*ASSIGNMENT:* Copy out, from the entries below, each line holding the string "Python".

RAW DATA START

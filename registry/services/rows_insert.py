"""Inserting many new rows of one model: one ``INSERT ... VALUES (...), (...) RETURNING id`` per batch.

``QuerySet.bulk_create`` prepares every value of every row through the field's full save path and, on
SQLite, splits a batch into statements of 999 parameters (33 rows of a movement check); for an import of
a few thousand rows that was most of its time (benchmarks/bench_import.py). Here the rows are plain
dicts keyed by column (``attname``), numbers and text are passed as they are (after ``float``/``int``/
``bool``, which also turns numpy scalars into Python ones), and only the other kinds of field (dates and
times, JSON) go through the field's own ``get_db_prep_save``. Absent columns take the field's default;
``auto_now``/``auto_now_add`` columns not given take the time of the call. The database checks every constraint,
as for any insert. No signals are sent (as with ``bulk_create``); models whose ``save()`` must run
(the audit trail chains its rows first: :func:`registry.models.audit.chain_new_rows`) are the caller's
business.
"""

from __future__ import annotations

import operator
import sqlite3
from collections.abc import Callable, Sequence
from typing import Any

from django.db import connections, models, router
from django.utils import timezone

#: Rows per statement.
BATCH = 500


def _converter(field: models.Field, connection) -> Callable[[Any], Any]:
    if isinstance(field, models.ForeignKey | models.IntegerField):
        return lambda v: None if v is None else int(v)
    if isinstance(field, models.FloatField):
        return lambda v: None if v is None else float(v)
    if isinstance(field, models.BooleanField):
        return lambda v: None if v is None else bool(v)
    if isinstance(field, models.CharField | models.TextField) and not field.choices:
        return lambda v: v
    if isinstance(field, models.CharField | models.TextField):
        return lambda v: None if v is None else str(v)  # TextChoices members as plain text
    if isinstance(field, models.DateTimeField):  # one time for a whole import: adapted once
        cache: dict[Any, Any] = {}

        def adapt(v):
            if v not in cache:
                cache[v] = field.get_db_prep_save(v, connection)
            return cache[v]

        return adapt
    if isinstance(field, models.JSONField):  # the same list or dict in several rows is adapted once
        seen: dict[int, tuple[Any, Any]] = {}

        def adapt_json(v):
            hit = seen.get(id(v))
            if hit is None or hit[0] is not v:  # holding ``v`` keeps its id from being reused
                hit = seen[id(v)] = (v, field.get_db_prep_save(v, connection))
            return hit[1]

        return adapt_json
    return lambda v: field.get_db_prep_save(v, connection)


def insert_rows(model: type[models.Model], rows: Sequence[dict[str, Any]], *, batch: int = BATCH) -> list[int]:
    """Insert ``rows`` (dicts keyed by ``attname``) into ``model``'s table; returns their new ids, in order.

    Call inside the caller's transaction. Statements hold at most ``batch`` rows and never more
    parameters than the database accepts.
    """
    if not rows:
        return []
    using = router.db_for_write(model)
    connection = connections[using]
    opts = model._meta
    fields = [f for f in opts.concrete_fields if not f.primary_key and not getattr(f, "generated", False)]
    now = timezone.now()
    columns: list[tuple[str, Any, Callable[..., Any]]] = []
    for f in fields:
        convert = _converter(f, connection)
        if getattr(f, "auto_now", False) or getattr(f, "auto_now_add", False):
            columns.append((f.attname, None, lambda v, convert=convert: convert(v or now)))
        else:
            columns.append((f.attname, f.get_default, convert))
    limit = connection.features.max_query_params
    if connection.vendor == "sqlite":
        limit = connection.connection.getlimit(sqlite3.SQLITE_LIMIT_VARIABLE_NUMBER) if connection.connection else 999
    per_statement = max(1, min(batch, (limit or 65535) // len(columns)))
    qn = connection.ops.quote_name
    if connection.vendor == "postgresql":
        with connection.wrap_database_errors:  # the driver's errors as Django's (IntegrityError, ...)
            return _copy_rows(connection, opts, fields, columns, defaults_of(columns), rows, batch)
    if connection.vendor != "sqlite":
        objs = model.objects.using(using).bulk_create([model(**row) for row in rows], batch_size=batch)
        return [obj.pk for obj in objs]
    head = f"INSERT INTO {qn(opts.db_table)} ({', '.join(qn(f.column) for f in fields)}) VALUES "
    one = "(" + ", ".join(["?"] * len(columns)) + ")"
    ids: list[int] = []
    defaults = defaults_of(columns)
    with connection.cursor() as cursor:
        # sqlite3's own cursor, with its own placeholder: Django's wrapper rewrites each "%s" with a regular
        # expression (a tenth of an import's time). Statements are then not in Django's query log.
        raw = cursor.cursor
        execute = sqlite3.Cursor.execute
        for start in range(0, len(rows), per_statement):
            chunk = rows[start : start + per_statement]
            params: list[Any] = []
            for row in chunk:
                for name, _default, convert in columns:
                    params.append(convert(row[name] if name in row else defaults.get(name)))
            with connection.wrap_database_errors:  # the driver's errors as Django's (IntegrityError, ...)
                execute(raw, head + ", ".join([one] * len(chunk)) + f" RETURNING {qn(opts.pk.column)}", params)
                ids.extend(r[0] for r in raw.fetchall())
    return ids


def defaults_of(columns) -> dict[str, Any]:
    return {name: default() for name, default, _ in columns if default is not None}


#: Field kinds whose values the driver writes as COPY text itself (Python's or numpy's numbers, bools, text):
#: the server reads the text by the column's type, so no conversion on the client.
_COPY_AS_IS = (models.ForeignKey, models.IntegerField, models.FloatField, models.BooleanField)


def _copy_as_is(field: models.Field) -> bool:
    if isinstance(field, _COPY_AS_IS):
        return True
    return isinstance(field, models.CharField | models.TextField) and not field.choices


def _copy_rows(connection, opts, fields, columns, defaults, rows, batch: int) -> list[int]:
    """PostgreSQL: take the ids from the table's sequence (one query), then ``COPY`` the rows with them.

    A multi-row INSERT binds every value on the client, one by one; COPY streams them (about five
    times less CPU for an import, benchmarks/bench_import.py). COPY sends text that the server reads by
    each column's type, so numbers, bools and plain text go as they are (the driver writes Python's and
    numpy's); only times, JSON, text choices and other kinds go through their converter
    (:func:`_converter`). The sequence moves as for any insert.
    """
    qn = connection.ops.quote_name
    pk = opts.pk.column
    names = [name for name, _d, _c in columns]
    wanted = frozenset(names)
    # (place in the row after the id, converter) of the columns that need one; auto_now ones always do.
    converted = [
        (i + 1, convert)
        for i, (f, (_n, default, convert)) in enumerate(zip(fields, columns, strict=True))
        if default is None or not _copy_as_is(f)
    ]
    pick = operator.itemgetter(*names)
    with connection.cursor() as cursor:
        cursor.execute(
            "SELECT nextval(pg_get_serial_sequence(%s, %s)) FROM generate_series(1, %s)",
            [qn(opts.db_table), pk, len(rows)],
        )
        ids = [r[0] for r in cursor.fetchall()]
        columns_sql = ", ".join([qn(pk), *(qn(f.column) for f in fields)])
        raw = cursor.cursor  # psycopg's own cursor (COPY is not part of the DB-API)
        for start in range(0, len(rows), batch):
            with raw.copy(f"COPY {qn(opts.db_table)} ({columns_sql}) FROM STDIN") as copy:
                for pk_value, row in zip(ids[start : start + batch], rows[start : start + batch], strict=True):
                    if wanted <= row.keys():
                        values = [pk_value, *pick(row)] if len(names) > 1 else [pk_value, row[names[0]]]
                    else:
                        values = [pk_value, *(row[n] if n in row else defaults.get(n) for n in names)]
                    for i, convert in converted:
                        values[i] = convert(values[i])
                    copy.write_row(values)
    return ids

RAW DATA END

*TASK RESPONSE:*
``bool``, which also turns numpy scalars into Python ones), and only the other kinds of field (dates and
#: Field kinds whose values the driver writes as COPY text itself (Python's or numpy's numbers, bools, text):
    each column's type, so numbers, bools and plain text go as they are (the driver writes Python's and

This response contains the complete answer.